[[ DATA FOR PROCESSING open ]]

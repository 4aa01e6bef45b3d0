"""Unit tests of pockmark.environment.flux: DirectionalFlux and its two builders."""

import json
import pickle
import warnings

import numpy as np
import pytest

from pockmark.environment import (
    DirectionalFlux,
    circular_speed,
    debris_flux,
    fibonacci_directions,
    grun_1985,
    kessler_1991,
    meteoroid_flux,
)
from pockmark.environment.debris_directions import mean_collision_speed
from pockmark.environment.orbit import (
    earth_shielding_factor,
    earth_shielding_half_angle,
    focusing_factor_nasa,
)
from pockmark.errors import InputError, ModelRangeWarning

X, Y, Z = np.eye(3)


def face_factor(flux, normal):
    """Σ_jk w_jk max(0, n·u_j): the fraction of Φ0 a unit face of normal n receives."""
    return float(np.sum(flux.weights.sum(axis=1) * np.maximum(0.0, flux.directions @ normal)))


def random_normals(count, seed=20240601):
    n = np.random.default_rng(seed).normal(size=(count, 3))
    return n / np.linalg.norm(n, axis=1, keepdims=True)


@pytest.fixture(scope="module")
def iss_debris():
    return debris_flux(400.0, 51.6, 1995.0, 70.0)


@pytest.fixture(scope="module")
def iss_meteoroids():
    return meteoroid_flux(400.0)


# ---------------------------------------------------------------- container


def _valid(**changes):
    fields = dict(
        source="debris",
        model="kessler_1991",
        directions=[[1.0, 0.0, 0.0]],
        speeds=[10.0],
        weights=[[1.0]],
        projectile_density=2.8,
        parameters=dict(altitude=400.0, inclination=51.6, year=1995.0, solar_flux=70.0),
    )
    fields.update(changes)
    return DirectionalFlux(**fields)


@pytest.mark.parametrize(
    "changes, match",
    [
        (dict(source=""), "source must be a name"),
        (dict(source="my table"), "source must be a name"),
        (dict(source=3), "source must be a name"),
        (dict(model="nasa_magic"), "unknown flux model"),
        (dict(directions=[1.0, 0.0, 0.0]), "shape \\(nd, 3\\)"),
        (dict(directions=[[2.0, 0.0, 0.0]]), "unit vectors"),
        (dict(speeds=[[10.0]]), "shape \\(nv,\\)"),
        (dict(speeds=[-1.0]), "speeds must be finite"),
        (dict(weights=[1.0]), "weights must have shape"),
        (dict(weights=[[-0.1]]), "weights must be finite"),
        (dict(weights=[[1.1]]), "sum to at most 1"),
        (dict(projectile_density=0.0), "projectile_density must be positive"),
    ],
)
def test_container_validation(changes, match):
    with pytest.raises(InputError, match=match):
        _valid(**changes)


def test_container_read_only_and_picklable(iss_debris, iss_meteoroids):
    for flux in (iss_debris, iss_meteoroids):
        with pytest.raises(ValueError):
            flux.weights[0, 0] = 0.5
        clone = pickle.loads(pickle.dumps(flux))
        np.testing.assert_array_equal(clone.weights, flux.weights)
        np.testing.assert_array_equal(clone.directions, flux.directions)
        assert clone.cumulative_flux(0.1) == flux.cumulative_flux(0.1)
        json.dumps(flux.parameters)  # JSON-serialisable for the run manifest


def test_mean_speed(iss_debris):
    w = iss_debris.weights.sum(axis=0)
    assert iss_debris.mean_speed() == pytest.approx(w @ iss_debris.speeds)


# ---------------------------------------------------------------- debris


def test_debris_discretisation(iss_debris):
    v_c = circular_speed(400.0)
    assert iss_debris.source == "debris" and iss_debris.model == "kessler_1991"
    assert iss_debris.weights.shape == (90, 90)
    assert abs(iss_debris.weights.sum() - 1.0) <= 1e-12
    assert np.all(iss_debris.weights >= 0)
    assert np.count_nonzero(iss_debris.weights - np.diag(np.diag(iss_debris.weights))) == 0
    # horizontal, from the front; at most the head-on speed 2 v_c
    np.testing.assert_array_equal(iss_debris.directions[:, 2], 0.0)
    assert np.all(iss_debris.directions[:, 0] >= 0)
    assert iss_debris.speeds.max() <= 2 * v_c


def test_debris_face_factors(iss_debris):
    v_c = circular_speed(400.0)
    mean = mean_collision_speed(400.0, 51.6)
    assert iss_debris.mean_speed() == pytest.approx(mean, rel=1e-12)
    # ram plate: k_ram = 4 Σ w max(0, x·u) = 2⟨V⟩/v_c (environment.md §1.8, derived)
    assert 4 * face_factor(iss_debris, X) == pytest.approx(2 * mean / v_c, rel=1e-3)
    # wake, zenith and nadir faces see no debris (§1.8)
    for normal in (-X, Z, -Z):
        assert face_factor(iss_debris, normal) == 0.0
    # left and right faces alike
    assert face_factor(iss_debris, Y) == pytest.approx(face_factor(iss_debris, -Y), rel=1e-12)


def test_debris_orientation_average_is_one_quarter(iss_debris):
    # Any unit-weight direction distribution: ⟨max(0, n·u)⟩ over random n is 1/4, so a randomly
    # tumbling one-sided plate receives Φ0/4 = F(k = 1). The factor's spread over normals is
    # about 0.2, so 50 000 normals give σ ≈ 9e-4; tolerance 3e-3.
    normals = random_normals(50_000)
    w = iss_debris.weights.sum(axis=1)
    average = np.mean(np.maximum(0.0, normals @ iss_debris.directions.T) @ w)
    assert average == pytest.approx(0.25, abs=3e-3)


def test_debris_cumulative_flux(iss_debris):
    d = np.array([0.01, 0.1, 1.0, 10.0])
    np.testing.assert_allclose(
        iss_debris.cumulative_flux(d), 4 * kessler_1991(d, 400.0, 51.6, 1995.0, 70.0), rtol=1e-14
    )
    assert iss_debris.cumulative_flux(np.inf) == 0.0
    assert isinstance(iss_debris.cumulative_flux(1.0), float)
    with pytest.raises(InputError, match="diameter must be positive"):
        iss_debris.cumulative_flux(0.0)
    with pytest.warns(ModelRangeWarning, match="diameter"):
        iss_debris.cumulative_flux(1e-5)


def test_debris_parameters(iss_debris):
    p = iss_debris.parameters
    for key in ("altitude", "inclination", "year", "solar_flux", "azimuth_bins"):
        assert key in p
    assert p["earth_shielding"] is False and p["focusing"] == "none"
    assert p["population"] == "default"


def test_debris_user_population_and_bins():
    flux = debris_flux(400.0, 28.5, 2000.0, 100.0, azimuth_bins=36, population=[(28.5, 1.0)])
    assert flux.weights.shape == (36, 36) and flux.parameters["population"] == "user"
    assert flux.mean_speed() == pytest.approx(mean_collision_speed(400, 28.5, [(28.5, 1.0)]))


@pytest.mark.parametrize(
    "kwargs, match",
    [
        (dict(altitude=0.0), "altitude"),
        (dict(altitude=-100.0), "altitude"),
        (dict(altitude=2500.0), "altitude"),
        (dict(altitude=[400.0, 500.0]), "scalar"),
        (dict(inclination=200.0), "inclination"),
        (dict(projectile_density=-1.0), "projectile_density"),
        (dict(projectile_density=0.0), "projectile_density"),
        (dict(solar_flux=-70.0), "solar_flux"),
        (dict(azimuth_bins=45), "even integer"),
    ],
)
def test_debris_input_errors(kwargs, match):
    args = dict(altitude=400.0, inclination=51.6, year=1995.0, solar_flux=70.0)
    args.update(kwargs)
    with pytest.raises(InputError, match=match):
        debris_flux(**args)


@pytest.mark.parametrize("kwargs", [dict(altitude=1500.0), dict(inclination=20.0)])
def test_debris_range_warning_once(kwargs):
    args = dict(altitude=400.0, inclination=51.6, year=1995.0, solar_flux=70.0)
    args.update(kwargs)
    with warnings.catch_warnings(record=True) as record:
        warnings.simplefilter("always")
        debris_flux(**args)
    assert len([w for w in record if issubclass(w.category, ModelRangeWarning)]) == 1


# ---------------------------------------------------------------- meteoroids


@pytest.mark.parametrize("altitude", [400.0, 1000.0])
@pytest.mark.parametrize("count", [600, 2000])
def test_meteoroid_earth_shielding(altitude, count):
    """Removing the Earth's cone reproduces sf and the per-orientation factors.

    Tolerance: the Fibonacci lattice's axis is the zenith and the cone is cut exactly (the
    band the rim crosses keeps its unblocked part), so the removed fraction is exact; the face
    sums are lattice quadratures of max(0, n·u), whose kink and the cone's rim give errors of a
    few 1e-3 at 600 directions (measured: <= 3.1e-3 at 600, <= 9e-4 at 2000).
    """
    tolerance = 4e-3 if count < 1000 else 2e-3
    shielded = meteoroid_flux(altitude, directions=count)
    open_sky = meteoroid_flux(altitude, directions=count, earth_shielding=False)
    eta = np.radians(earth_shielding_half_angle(altitude))
    # The cone is cut exactly (the rim's band keeps its unblocked part): the 0.1 %
    # requirement on the total is met to round-off. sf = (1 + cos η)/2, ECSS-E-ST-10-04C
    # Annex C.1.3.1 (environment.md §2.3).
    assert shielded.weights.sum() == pytest.approx(earth_shielding_factor(altitude), rel=1e-12)
    # environment.md §2.3 [B]: zenith 1, nadir cos²η, horizontal 1 - (η - sin η cos η)/π
    horizontal = 1 - (eta - np.sin(eta) * np.cos(eta)) / np.pi
    for normal, expected in ((Z, 1.0), (-Z, np.cos(eta) ** 2), (X, horizontal), (Y, horizontal)):
        ratio = face_factor(shielded, normal) / face_factor(open_sky, normal)
        assert ratio == pytest.approx(expected, abs=tolerance), normal


def test_meteoroid_shielding_values_at_400_km():
    # environment.md §2.3 [B]: sf = 0.64711, nadir cos²η = 0.08656, horizontal 0.68456 at 400 km.
    eta = np.radians(earth_shielding_half_angle(400.0))
    assert earth_shielding_factor(400.0) == pytest.approx(0.64711, abs=1e-5)
    assert np.cos(eta) ** 2 == pytest.approx(0.08656, abs=1e-5)
    assert 1 - (eta - np.sin(eta) * np.cos(eta)) / np.pi == pytest.approx(0.68456, abs=1e-5)


def test_meteoroid_isotropic_conservation():
    # Cauchy: a convex body in an isotropic flux Φ per unit cross-section is hit Φ·S/4 per unit
    # time (Vouk 1948, Nature 162:330), i.e. ⟨Σ w max(0, n·u)⟩ over random n = 1/4 of the total
    # weight. Unshielded, the total weight is exactly 1. For a nearly isotropic grid the factor
    # hardly varies with n, so 5 000 random normals suffice.
    flux = meteoroid_flux(400.0, directions=600, earth_shielding=False)
    assert flux.weights.sum() == pytest.approx(1.0, abs=1e-12)
    normals = random_normals(5_000)
    average = np.mean(np.maximum(0.0, normals @ flux.directions.T) @ flux.weights.sum(axis=1))
    assert average == pytest.approx(0.25, abs=3e-3)
    # a cube: Σ over its six faces = mean projected area / face area = 6/4 (lattice quadrature)
    cube = sum(face_factor(flux, s * e) for s in (1, -1) for e in (X, Y, Z))
    assert cube == pytest.approx(1.5, abs=2e-3)


def test_meteoroid_high_altitude_approaches_isotropic():
    flux = meteoroid_flux(1e6, directions=600)
    assert flux.weights.sum() == pytest.approx(1.0, abs=2e-3)


def test_meteoroid_speeds_and_weights(iss_meteoroids):
    assert iss_meteoroids.source == "meteoroid" and iss_meteoroids.model == "grun_1985"
    assert np.all(iss_meteoroids.weights >= 0)
    assert iss_meteoroids.speeds.min() > 11.1 and iss_meteoroids.speeds.max() < 72.2
    # mean of the renormalised analytic n(v) is 16.86 km/s (environment.md §2.5a [B]); the
    # issue asks for the binned mean within 0.5 %.
    assert iss_meteoroids.mean_speed() == pytest.approx(16.86, rel=5e-3)
    # speed distribution the same for every direction
    rows = iss_meteoroids.weights / iss_meteoroids.weights.sum(axis=1, keepdims=True)
    np.testing.assert_allclose(rows, np.broadcast_to(rows[0], rows.shape), rtol=1e-12)
    # each direction carries 4π/n sr, except the one the Earth cone's rim cuts, which carries
    # only its unblocked part
    per_direction = iss_meteoroids.weights.sum(axis=1)
    assert np.count_nonzero(np.abs(per_direction * 600 - 1.0) > 1e-12) <= 1
    assert np.all(per_direction <= 1 / 600 + 1e-15)


def test_meteoroid_directions_from_fibonacci_grid(iss_meteoroids):
    grid = fibonacci_directions(600)
    z_cut = -np.cos(np.radians(earth_shielding_half_angle(400.0)))
    kept = grid[(1.0 - 2.0 * (np.arange(600) + 1) / 600) >= z_cut]  # bands wholly above the rim
    np.testing.assert_array_equal(iss_meteoroids.directions[: len(kept)], kept)
    # the rim's band is represented at the centre of its unblocked part, above the cut
    assert len(iss_meteoroids.directions) == len(kept) + 1
    assert iss_meteoroids.directions[-1, 2] > z_cut


def test_meteoroid_cumulative_flux(iss_meteoroids):
    d = np.array([1e-3, 0.01, 0.1, 1.0])
    g = focusing_factor_nasa(400.0)
    expected = 4 * g * grun_1985(np.pi / 6 * 1.0 * d**3)
    np.testing.assert_allclose(iss_meteoroids.cumulative_flux(d), expected, rtol=1e-14)
    assert iss_meteoroids.parameters["focusing_factor"] == pytest.approx(1.9557, abs=5e-5)
    assert iss_meteoroids.parameters["focusing"] == "nasa_1994"
    assert iss_meteoroids.cumulative_flux(np.inf) == 0.0
    dense = meteoroid_flux(400.0, projectile_density=2.0)
    assert dense.cumulative_flux(0.1) == pytest.approx(
        4 * g * grun_1985(np.pi / 6 * 2.0 * 0.1**3), rel=1e-14
    )
    with pytest.raises(InputError, match="diameter must be positive"):
        iss_meteoroids.cumulative_flux(-0.1)


@pytest.mark.parametrize(
    "kwargs, match",
    [
        (dict(altitude=50.0), "greater than 100"),
        (dict(altitude=-1.0), "greater than 100"),
        (dict(projectile_density=-1.0), "projectile_density"),
        (dict(directions=0), "positive integer"),
        (dict(speed_bin_width=0.0), "speed_bin_width"),
        (dict(focusing="nasa"), "unknown meteoroid focusing convention"),
    ],
)
def test_meteoroid_input_errors(kwargs, match):
    args = dict(altitude=400.0)
    args.update(kwargs)
    with pytest.raises(InputError, match=match):
        meteoroid_flux(**args)


def test_face_impact_count_normalisation(iss_meteoroids):
    """N = Σ w max(0, n·u) Φ0 A T reproduces F·sf·G·A·T on a randomly tumbling plate."""
    normals = random_normals(20_000)
    w = iss_meteoroids.weights.sum(axis=1)
    mean_factor = np.mean(np.maximum(0.0, normals @ iss_meteoroids.directions.T) @ w)
    d, area, years = 0.05, 2.0, 10.0
    impacts = mean_factor * iss_meteoroids.cumulative_flux(d) * area * years
    expected = (
        grun_1985(np.pi / 6 * d**3)
        * focusing_factor_nasa(400.0)
        * earth_shielding_factor(400.0)
        * area
        * years
    )
    assert impacts == pytest.approx(expected, rel=1e-2)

[[ DATA FOR PROCESSING closed ]]

▸ **WHAT IS NEEDED**
Show every line of the material above in which "fraction" is present.

▸ **TASK OUTPUT**
    """Σ_jk w_jk max(0, n·u_j): the fraction of Φ0 a unit face of normal n receives."""
    band the rim crosses keeps its unblocked part), so the removed fraction is exact; the face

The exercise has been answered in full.